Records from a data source
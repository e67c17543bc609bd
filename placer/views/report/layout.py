"""The report's page furniture: heading, section titles, facts in columns, footer, sign-off.

Built on the fitting sheet's page setting (:mod:`placer.views.sheet.typeset`):
inches from the top-left corner of an A4 page, text measured before it is
placed.
"""

from __future__ import annotations

from collections.abc import Sequence

from placer.views.sheet.compose import safety_box, safety_box_height
from placer.views.sheet.typeset import (
    GREY,
    INK,
    MARGIN_IN,
    PAGE_IN,
    Page,
    fit_title,
    lines_in,
    text_width_in,
    wrap_chars,
    wrap_words,
)
from placer.views.wording import cautions_for

HEADING = "V I S I T   R E P O R T"
"""The words across the top of every page."""

WIDTH_IN = PAGE_IN[0] - 2 * MARGIN_IN
"""Width between the margins [in]."""

FOOTER_IN = 0.45
"""Distance of the footer rule from the bottom of the page [in]."""

BODY_PT = 7.5
"""Size of running text [pt]."""

RASTER_SLACK = 0.95
"""Share of the width a paragraph is wrapped to (room for hinting on PNG pages)."""


def page_top(page: Page, index: int, total: int, title: str | None) -> float:
    """The rule and heading across the top, the page number, and a title; returns the y below.

    Parameters
    ----------
    page : Page
        The page (or a dry run).
    index : int
        This page's number (from 1).
    total : int
        Pages in all.
    title : str or None
        The page's title (the machine's name on the first page); None for none.

    Returns
    -------
    float
        The y below [in].
    """
    left, right = MARGIN_IN, PAGE_IN[0] - MARGIN_IN
    page.rule(0.42, lw=3.0)
    page.text(left, 0.50, HEADING, 8.5, weight="bold")
    page.text(right, 0.50, f"page {index} of {total}", 8.5, weight="bold", ha="right")
    y = 0.72
    if title:
        lines, size = fit_title(title, WIDTH_IN)
        page.text(left, y, "\n".join(lines), size, weight="bold", linespacing=1.15)
        y += lines_in(len(lines), size, 1.15) + 0.08
    return y


def section(page: Page, y: float, text: str, band: bool = False) -> float:
    """A section title, in capitals; as a black band when ``band``; returns the y below.

    Parameters
    ----------
    page : Page
        The page (or a dry run).
    y : float
        Top [in].
    text : str
        The title.
    band : bool
        Set it white on a black band (a plane's title).

    Returns
    -------
    float
        The y below [in].
    """
    if band:
        return black_band(page, y, text.upper(), 10.5) + 0.04
    page.text(MARGIN_IN, y, text.upper(), 8.5, weight="bold")
    page.rule(y + 0.19, lw=0.6)
    return y + 0.26


def black_band(page: Page, y: float, text: str, size: float = 9.0) -> float:
    """White words on a black band across the page; returns the y below.

    Parameters
    ----------
    page : Page
        The page (or a dry run).
    y : float
        Top [in].
    text : str
        The words.
    size : float
        Font size [pt].

    Returns
    -------
    float
        The y below [in].
    """
    lines = wrap_words(text, WIDTH_IN - 0.24, size, True)
    height = 0.12 + lines_in(len(lines), size, 1.1)
    page.box(MARGIN_IN, y, WIDTH_IN, height, fill=True, fc=INK, ec=INK)
    page.text(MARGIN_IN + 0.12, y + 0.06, "\n".join(lines), size, weight="bold",
              color="white", linespacing=1.1)
    return y + height + 0.06


def facts_row(page: Page, y: float, facts: Sequence[tuple[str, str]]) -> float:
    """Labelled facts in columns as wide as they need, wrapping to new rows; returns the y below.

    Parameters
    ----------
    page : Page
        The page (or a dry run).
    y : float
        Top [in].
    facts : sequence of (str, str)
        (label, value) pairs.

    Returns
    -------
    float
        The y below [in].
    """
    left, right = MARGIN_IN, PAGE_IN[0] - MARGIN_IN
    x, gap, row_h = left, 0.26, 0.0
    for label, value in facts:
        value_lines = [value] if text_width_in(value, 8.5) <= WIDTH_IN else wrap_chars(
            value, WIDTH_IN, 8.5)
        w = max(text_width_in(label, 6.5, True), max(text_width_in(s, 8.5) for s in value_lines))
        if x > left and x + w > right:
            x, y, row_h = left, y + 0.2 + row_h, 0.0
        page.text(x, y, label, 6.5, color=GREY, weight="bold")
        page.text(x, y + 0.12, "\n".join(value_lines), 8.5)
        row_h = max(row_h, lines_in(len(value_lines), 8.5, 1.2))
        x += w + gap
    return y + 0.12 + row_h + 0.1


def paragraphs(page: Page, y: float, texts: Sequence[str], size: float = BODY_PT,
               x: float = MARGIN_IN, width: float = WIDTH_IN, **kw) -> float:
    """Paragraphs one under the other; returns the y below.

    Parameters
    ----------
    page : Page
        The page (or a dry run).
    y : float
        Top [in].
    texts : sequence of str
        The paragraphs.
    size : float
        Font size [pt].
    x : float
        Left edge [in].
    width : float
        Width [in].
    **kw
        Text properties (weight, style, color).

    Returns
    -------
    float
        The y below [in].
    """
    for text in texts:
        # wrapped a little short of the width: a raster page's hinting draws small type up
        # to a few per cent wider than the outline measure
        y = page.paragraph(x, y, text, width * RASTER_SLACK, size, **kw) + 0.02
    return y


def footer(page: Page, index: int, total: int, left_text: str) -> None:
    """The rule and footer line at the bottom of a page.

    Parameters
    ----------
    page : Page
        The page.
    index : int
        This page's number (from 1).
    total : int
        Pages in all.
    left_text : str
        What the footer says on the left (machine and visit).
    """
    bottom = PAGE_IN[1] - FOOTER_IN
    page.rule(bottom, lw=0.6)
    page.text(MARGIN_IN, bottom + 0.05, left_text, 6.5, color=GREY)
    page.text(PAGE_IN[0] - MARGIN_IN, bottom + 0.05, f"page {index} of {total}", 6.5,
              color=GREY, ha="right")


SIGNATURES = (("Balanced by", 0.38), ("Accepted by (customer)", 0.42), ("Date", 0.20))
"""The sign-off lines of the last page, with the share of the width each takes."""


def safety_height(drilling: bool, trial_runs: bool) -> float:
    """Height of the safety box and the sign-off lines under it [in].

    Parameters
    ----------
    drilling : bool
        The plan drills a hole.
    trial_runs : bool
        The visit had trial runs.

    Returns
    -------
    float
        The height [in].
    """
    return safety_box_height(cautions_for(drilling=drilling, trial_runs=trial_runs)) + 0.75


def safety_and_signoff(page: Page, top: float, drilling: bool, trial_runs: bool) -> float:
    """The cautions in the fitting sheet's safety box, then the sign-off lines; returns the y
    below.

    Parameters
    ----------
    page : Page
        The page.
    top : float
        Top of the box [in].
    drilling : bool
        The plan drills a hole (its caution).
    trial_runs : bool
        The visit had trial runs (their caution).

    Returns
    -------
    float
        The y below the sign-off lines [in].
    """
    box_h = safety_box(page, top, cautions_for(drilling=drilling, trial_runs=trial_runs))
    sign_y = top + box_h + 0.55
    sx = MARGIN_IN
    for label, share in SIGNATURES:
        page.text(sx, sign_y, label, BODY_PT, va="bottom")
        page.rule(sign_y, sx + text_width_in(label, BODY_PT) + 0.1, sx + share * WIDTH_IN - 0.2,
                  lw=0.6)
        sx += share * WIDTH_IN
    return sign_y + 0.1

TASK DETAILS - Please copy out each record, character for character.

COMPLETED EXERCISE -
repository e67c17543bc609bd
filename placer/views/report/layout.py
"""The report's page furniture: heading, section titles, facts in columns, footer, sign-off.

Built on the fitting sheet's page setting (:mod:`placer.views.sheet.typeset`):
inches from the top-left corner of an A4 page, text measured before it is
placed.
"""

from __future__ import annotations

from collections.abc import Sequence

from placer.views.sheet.compose import safety_box, safety_box_height
from placer.views.sheet.typeset import (
    GREY,
    INK,
    MARGIN_IN,
    PAGE_IN,
    Page,
    fit_title,
    lines_in,
    text_width_in,
    wrap_chars,
    wrap_words,
)
from placer.views.wording import cautions_for

HEADING = "V I S I T   R E P O R T"
"""The words across the top of every page."""

WIDTH_IN = PAGE_IN[0] - 2 * MARGIN_IN
"""Width between the margins [in]."""

FOOTER_IN = 0.45
"""Distance of the footer rule from the bottom of the page [in]."""

BODY_PT = 7.5
"""Size of running text [pt]."""

RASTER_SLACK = 0.95
"""Share of the width a paragraph is wrapped to (room for hinting on PNG pages)."""


def page_top(page: Page, index: int, total: int, title: str | None) -> float:
    """The rule and heading across the top, the page number, and a title; returns the y below.

    Parameters
    ----------
    page : Page
        The page (or a dry run).
    index : int
        This page's number (from 1).
    total : int
        Pages in all.
    title : str or None
        The page's title (the machine's name on the first page); None for none.

    Returns
    -------
    float
        The y below [in].
    """
    left, right = MARGIN_IN, PAGE_IN[0] - MARGIN_IN
    page.rule(0.42, lw=3.0)
    page.text(left, 0.50, HEADING, 8.5, weight="bold")
    page.text(right, 0.50, f"page {index} of {total}", 8.5, weight="bold", ha="right")
    y = 0.72
    if title:
        lines, size = fit_title(title, WIDTH_IN)
        page.text(left, y, "\n".join(lines), size, weight="bold", linespacing=1.15)
        y += lines_in(len(lines), size, 1.15) + 0.08
    return y


def section(page: Page, y: float, text: str, band: bool = False) -> float:
    """A section title, in capitals; as a black band when ``band``; returns the y below.

    Parameters
    ----------
    page : Page
        The page (or a dry run).
    y : float
        Top [in].
    text : str
        The title.
    band : bool
        Set it white on a black band (a plane's title).

    Returns
    -------
    float
        The y below [in].
    """
    if band:
        return black_band(page, y, text.upper(), 10.5) + 0.04
    page.text(MARGIN_IN, y, text.upper(), 8.5, weight="bold")
    page.rule(y + 0.19, lw=0.6)
    return y + 0.26


def black_band(page: Page, y: float, text: str, size: float = 9.0) -> float:
    """White words on a black band across the page; returns the y below.

    Parameters
    ----------
    page : Page
        The page (or a dry run).
    y : float
        Top [in].
    text : str
        The words.
    size : float
        Font size [pt].

    Returns
    -------
    float
        The y below [in].
    """
    lines = wrap_words(text, WIDTH_IN - 0.24, size, True)
    height = 0.12 + lines_in(len(lines), size, 1.1)
    page.box(MARGIN_IN, y, WIDTH_IN, height, fill=True, fc=INK, ec=INK)
    page.text(MARGIN_IN + 0.12, y + 0.06, "\n".join(lines), size, weight="bold",
              color="white", linespacing=1.1)
    return y + height + 0.06


def facts_row(page: Page, y: float, facts: Sequence[tuple[str, str]]) -> float:
    """Labelled facts in columns as wide as they need, wrapping to new rows; returns the y below.

    Parameters
    ----------
    page : Page
        The page (or a dry run).
    y : float
        Top [in].
    facts : sequence of (str, str)
        (label, value) pairs.

    Returns
    -------
    float
        The y below [in].
    """
    left, right = MARGIN_IN, PAGE_IN[0] - MARGIN_IN
    x, gap, row_h = left, 0.26, 0.0
    for label, value in facts:
        value_lines = [value] if text_width_in(value, 8.5) <= WIDTH_IN else wrap_chars(
            value, WIDTH_IN, 8.5)
        w = max(text_width_in(label, 6.5, True), max(text_width_in(s, 8.5) for s in value_lines))
        if x > left and x + w > right:
            x, y, row_h = left, y + 0.2 + row_h, 0.0
        page.text(x, y, label, 6.5, color=GREY, weight="bold")
        page.text(x, y + 0.12, "\n".join(value_lines), 8.5)
        row_h = max(row_h, lines_in(len(value_lines), 8.5, 1.2))
        x += w + gap
    return y + 0.12 + row_h + 0.1


def paragraphs(page: Page, y: float, texts: Sequence[str], size: float = BODY_PT,
               x: float = MARGIN_IN, width: float = WIDTH_IN, **kw) -> float:
    """Paragraphs one under the other; returns the y below.

    Parameters
    ----------
    page : Page
        The page (or a dry run).
    y : float
        Top [in].
    texts : sequence of str
        The paragraphs.
    size : float
        Font size [pt].
    x : float
        Left edge [in].
    width : float
        Width [in].
    **kw
        Text properties (weight, style, color).

    Returns
    -------
    float
        The y below [in].
    """
    for text in texts:
        # wrapped a little short of the width: a raster page's hinting draws small type up
        # to a few per cent wider than the outline measure
        y = page.paragraph(x, y, text, width * RASTER_SLACK, size, **kw) + 0.02
    return y


def footer(page: Page, index: int, total: int, left_text: str) -> None:
    """The rule and footer line at the bottom of a page.

    Parameters
    ----------
    page : Page
        The page.
    index : int
        This page's number (from 1).
    total : int
        Pages in all.
    left_text : str
        What the footer says on the left (machine and visit).
    """
    bottom = PAGE_IN[1] - FOOTER_IN
    page.rule(bottom, lw=0.6)
    page.text(MARGIN_IN, bottom + 0.05, left_text, 6.5, color=GREY)
    page.text(PAGE_IN[0] - MARGIN_IN, bottom + 0.05, f"page {index} of {total}", 6.5,
              color=GREY, ha="right")


SIGNATURES = (("Balanced by", 0.38), ("Accepted by (customer)", 0.42), ("Date", 0.20))
"""The sign-off lines of the last page, with the share of the width each takes."""


def safety_height(drilling: bool, trial_runs: bool) -> float:
    """Height of the safety box and the sign-off lines under it [in].

    Parameters
    ----------
    drilling : bool
        The plan drills a hole.
    trial_runs : bool
        The visit had trial runs.

    Returns
    -------
    float
        The height [in].
    """
    return safety_box_height(cautions_for(drilling=drilling, trial_runs=trial_runs)) + 0.75


def safety_and_signoff(page: Page, top: float, drilling: bool, trial_runs: bool) -> float:
    """The cautions in the fitting sheet's safety box, then the sign-off lines; returns the y
    below.

    Parameters
    ----------
    page : Page
        The page.
    top : float
        Top of the box [in].
    drilling : bool
        The plan drills a hole (its caution).
    trial_runs : bool
        The visit had trial runs (their caution).

    Returns
    -------
    float
        The y below the sign-off lines [in].
    """
    box_h = safety_box(page, top, cautions_for(drilling=drilling, trial_runs=trial_runs))
    sign_y = top + box_h + 0.55
    sx = MARGIN_IN
    for label, share in SIGNATURES:
        page.text(sx, sign_y, label, BODY_PT, va="bottom")
        page.rule(sign_y, sx + text_width_in(label, BODY_PT) + 0.1, sx + share * WIDTH_IN - 0.2,
                  lw=0.6)
        sx += share * WIDTH_IN
    return sign_y + 0.1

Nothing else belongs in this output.